*** SOURCE INFORMATION ***

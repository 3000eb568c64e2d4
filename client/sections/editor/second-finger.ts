/** What pointer events say of themselves; React's stand-ins for them say it too. */
type MaybePointer = Pick<Event, 'type'> & Partial<Pick<PointerEvent, 'pointerType' | 'isPrimary'>>;

/** A finger put down while another is: it belongs to a gesture of two on the paper, wherever it lands. */
export function isSecondFinger({ pointerType, isPrimary }: MaybePointer): boolean {
  return pointerType === 'touch' && isPrimary === false;
}
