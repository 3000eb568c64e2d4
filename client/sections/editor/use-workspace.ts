import { useCallback, useMemo, useState } from 'react';
import { type Section, type SectionVersion } from '#server/contracts/sections.ts';
import { type DraftMirror } from './draft-mirror.ts';
import { type EditorAction } from './editor-state.ts';
import { type Present, sameShape } from './present.ts';
import { useDraftKeeper } from './use-draft-keeper.ts';
import { useSave } from './use-save.ts';
import { useSettings } from './use-settings.ts';
import { useGhost, useKeeping, useStandingVersion, useTitle } from './use-standing.ts';

export interface WorkspaceStart {
  readonly section: Section;
  /** The version that the work starts from. */
  readonly base: SectionVersion;
  readonly start: Present;
  /** Where the work on the sheet came from: only a copy in this browser is news to the server. */
  readonly from: 'server' | 'browser' | 'none';
  readonly mirror: DraftMirror;
}

/** The state of the editor as the last finished step left it: a drag changes none of this. */
export interface SettledState {
  readonly settled: Present;
  readonly basedOn: number;
  readonly canUndo: boolean;
  readonly canRedo: boolean;
  readonly dispatch: (action: EditorAction) => void;
}

/** What stands around the sheet: the draft on the server, the version that the work stands on, and saving. */
export function useWorkspace({
  section,
  base,
  start,
  from,
  mirror,
  settled,
  basedOn,
  dispatch,
}: WorkspaceStart & SettledState) {
  const [settings, setSettings] = useSettings();
  const [keeper, keeping] = useDraftKeeper(section.id, mirror);
  const saving = useSave({ sectionId: section.id, shape: settled.shape, basedOn, dispatch, keeper });
  const version = useStandingVersion(section.id, basedOn, base);
  const ghost = useGhost(section.id, settings.ghost);
  const dirty = useMemo(() => !sameShape(settled.shape, version.shape), [settled.shape, version.shape]);
  useKeeping(
    keeper,
    settled,
    basedOn,
    dirty,
    from === 'browser' ? null : { present: start, basedOn: base.number },
  );
  const title = useTitle(section, settled.shape, version, dirty);
  const nextNumber = Math.max(section.versionCount, version.number, section.latest.number) + 1;
  return { settings, setSettings, keeping, saving, version, ghost, dirty, title, nextNumber };
}

/** What the buttons of the header do. */
export function useWorkspaceActions(
  dispatch: SettledState['dispatch'],
  { saving, dirty }: ReturnType<typeof useWorkspace>,
) {
  const [exporting, setExporting] = useState(false);
  const { ask } = saving;
  return {
    exporting,
    save: useCallback(() => {
      if (dirty) ask();
    }, [dirty, ask]),
    undo: useCallback(() => {
      dispatch({ type: 'undo' });
    }, [dispatch]),
    redo: useCallback(() => {
      dispatch({ type: 'redo' });
    }, [dispatch]),
    openExport: useCallback(() => {
      setExporting(true);
    }, []),
    closeExport: useCallback(() => {
      setExporting(false);
    }, []),
  };
}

*** End of SOURCE INFORMATION ***

■ DIRECTIONS FOR THIS TASK
No line may be left out; the records are to be transcribed in full.

■ RESPONSE
repository 3000eb568c64e2d4
filename client/sections/editor/second-finger.ts
/** What pointer events say of themselves; React's stand-ins for them say it too. */
type MaybePointer = Pick<Event, 'type'> & Partial<Pick<PointerEvent, 'pointerType' | 'isPrimary'>>;

/** A finger put down while another is: it belongs to a gesture of two on the paper, wherever it lands. */
export function isSecondFinger({ pointerType, isPrimary }: MaybePointer): boolean {
  return pointerType === 'touch' && isPrimary === false;
}
repository 3000eb568c64e2d4
filename client/sections/editor/use-workspace.ts
import { useCallback, useMemo, useState } from 'react';
import { type Section, type SectionVersion } from '#server/contracts/sections.ts';
import { type DraftMirror } from './draft-mirror.ts';
import { type EditorAction } from './editor-state.ts';
import { type Present, sameShape } from './present.ts';
import { useDraftKeeper } from './use-draft-keeper.ts';
import { useSave } from './use-save.ts';
import { useSettings } from './use-settings.ts';
import { useGhost, useKeeping, useStandingVersion, useTitle } from './use-standing.ts';

export interface WorkspaceStart {
  readonly section: Section;
  /** The version that the work starts from. */
  readonly base: SectionVersion;
  readonly start: Present;
  /** Where the work on the sheet came from: only a copy in this browser is news to the server. */
  readonly from: 'server' | 'browser' | 'none';
  readonly mirror: DraftMirror;
}

/** The state of the editor as the last finished step left it: a drag changes none of this. */
export interface SettledState {
  readonly settled: Present;
  readonly basedOn: number;
  readonly canUndo: boolean;
  readonly canRedo: boolean;
  readonly dispatch: (action: EditorAction) => void;
}

/** What stands around the sheet: the draft on the server, the version that the work stands on, and saving. */
export function useWorkspace({
  section,
  base,
  start,
  from,
  mirror,
  settled,
  basedOn,
  dispatch,
}: WorkspaceStart & SettledState) {
  const [settings, setSettings] = useSettings();
  const [keeper, keeping] = useDraftKeeper(section.id, mirror);
  const saving = useSave({ sectionId: section.id, shape: settled.shape, basedOn, dispatch, keeper });
  const version = useStandingVersion(section.id, basedOn, base);
  const ghost = useGhost(section.id, settings.ghost);
  const dirty = useMemo(() => !sameShape(settled.shape, version.shape), [settled.shape, version.shape]);
  useKeeping(
    keeper,
    settled,
    basedOn,
    dirty,
    from === 'browser' ? null : { present: start, basedOn: base.number },
  );
  const title = useTitle(section, settled.shape, version, dirty);
  const nextNumber = Math.max(section.versionCount, version.number, section.latest.number) + 1;
  return { settings, setSettings, keeping, saving, version, ghost, dirty, title, nextNumber };
}

/** What the buttons of the header do. */
export function useWorkspaceActions(
  dispatch: SettledState['dispatch'],
  { saving, dirty }: ReturnType<typeof useWorkspace>,
) {
  const [exporting, setExporting] = useState(false);
  const { ask } = saving;
  return {
    exporting,
    save: useCallback(() => {
      if (dirty) ask();
    }, [dirty, ask]),
    undo: useCallback(() => {
      dispatch({ type: 'undo' });
    }, [dispatch]),
    redo: useCallback(() => {
      dispatch({ type: 'redo' });
    }, [dispatch]),
    openExport: useCallback(() => {
      setExporting(true);
    }, []),
    closeExport: useCallback(() => {
      setExporting(false);
    }, []),
  };
}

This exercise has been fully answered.